Dopo il Covid la scuola torna a bocciare: «Ha perso un’occasione per rinnovarsi»

Il pedagogista Raffaele Mantegazza sull’aumento del numero di studenti respinti - «Si insiste a rincorrere l’accumulo di conoscenze e la misurazione, serve meno pressione»

La scuola è tornata ai modelli pre Covid, che se non funzionavano allora funzionano ancora meno adesso.

È l’opinione di Raffaele Mantegazza, comasco, professore associato di Scienze Pedagogiche presso il dipartimento di Medicina e Chirurgia dell’Università degli Studi Milano Bicocca. Se il Covid ha rappresentato una cesura spesso drammatica nella crescita cognitiva e psicologica dei ragazzi, la scuola non ha saputo cogliere la portata epocale della cosa e mettersi al passo rinnovando le proprie competenze.

La riflessione è a margine dei primi dati sull’andamento dell’anno scolastico, con un incremento delle bocciature alle superiori non drammatico ma significativo se è vero che riporta il tasso dei respinti a prima della pandemia.

«Penso che la scuola stia rischiando di perdere una grande occasione - dice Mantegazza - Dopo il Covid avrebbe dovuto ripensare il proprio ruolo, sarebbe stata necessaria una pausa di riflessione per capire che non si doveva insistere a proporre montagne di contenuti e di verifiche e a mettere sotto pressione i ragazzi. Era il momento di rallentare e di riflettere sul fatto che quello che i ragazzi hanno perso durante il Covid sono state esperienze importanti, non solo delle cose da sapere».

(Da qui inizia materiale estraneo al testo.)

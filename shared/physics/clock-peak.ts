import { findPeak } from './find-peak';
import { type BinnedCounts, fitPeak, type PeakFit } from './fit-peak';

const bins = 1024;
const mostZooms = 8;

/**
 * Counts of all differences a - b in bins from `lo` on. Both sorted. Cost O(clicks + pairs).
 */
export function binDifferences(
  a: Float64Array,
  b: Float64Array,
  lo: number,
  step: number,
  count: number,
): BinnedCounts {
  const counts = new Float64Array(count);
  const hi = lo + step * count;
  let first = 0;
  for (let j = 0; j < b.length; j += 1) {
    const zero = b[j]! + lo;
    while (first < a.length && a[first]! < zero) first += 1;
    const end = b[j]! + hi;
    for (let i = first; i < a.length && a[i]! < end; i += 1) {
      const bin = Math.floor((a[i]! - zero) / step);
      if (bin < count) counts[bin]! += 1;
    }
  }
  return { lo, step, counts };
}

/**
 * The coincidence peak in a - b within +-`reach`: found by its significance, looked at ever closer until it is some
 * tens of bins wide, then fitted. Null where none stands out or the fit fails.
 */
export function fitDelayPeak(a: Float64Array, b: Float64Array, reach: number): PeakFit | null {
  let lo = -reach;
  let step = (2 * reach) / bins;
  for (let zoom = 0; zoom < mostZooms; zoom += 1) {
    const data = binDifferences(a, b, lo, step, bins);
    const found = findPeak(data);
    if (found === null) return null;
    const isWide = found.width >= 16 * step;
    if (isWide || zoom === mostZooms - 1) {
      const { excess, centre, width, basePerBin } = found;
      return fitPeak(data, { area: excess, centre, sigma: width / 2.5, base: basePerBin });
    }
    lo = found.centre - 16 * found.width;
    step = (32 * found.width) / bins;
  }
  return null;
}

Il dato delle bocciature in aumento non deve quindi essere letto solo come un indicatore delle (possibili) difficoltà dei ragazzi, ma soprattutto come una tendenza della scuola a riposizionarsi sul modello pre-pandemia: «È un dato inquietante - prosegue il pedagogista comasco - sembra che tutto si riduca a una misurazione delle conoscenze e della prestazioni, e c’è sempre questo spettro del “fermare” i ragazzi. Questo ci deve far riflettere»,

Ancora oggi, sottolinea Mantegazza, le ultime settimane di scuola sono una rincorsa insensata alle verifiche e ai voti: «A maggio gli insegnanti continuano a dire che gli mancano i voti, ma com’è possibile? È scandaloso, maggio dovrebbe essere il mese in cui si rallenta, i ragazzi sono stanchi, e invece si caricano di nuove e più forti pressioni. Si arriva alla fine della scuola sempre in corsa, con l’ossessione di recuperare conoscenze che sono inutili. Questi difetti la scuola li aveva già prima del Covid, ma non li ha migliorati».

Cosa dovrebbe fare invece la scuola? «Cercare di far vivere con meno ansia e più serenità la trasmissione di contenuti che restino nel tempo e che i ragazzi riescano a fare propri. Invece siamo fermi a questa didattica trasmissiva, tutta verifiche e misurazione, che ai ragazzi non serve».

In questo fallimento per Mantegazza c’è anche lo spazio per riflettere sulla tragedia di Casal Palocco e su quello che sta succedendo a questa generazione: «I ragazzi cercano sui social sfide sempre più estreme, un atteggiamento distruttivo. La ricerca della sfida è tipica dell’adolescenza, anche in questo caso compito di noi adulti e della scuola sarebbe quello di porre sfide legate alla conoscenza, alla cultura, alla bellezza, obiettivi sfidanti ed emozionanti ma legati al desiderio di crescere e migliorarsi».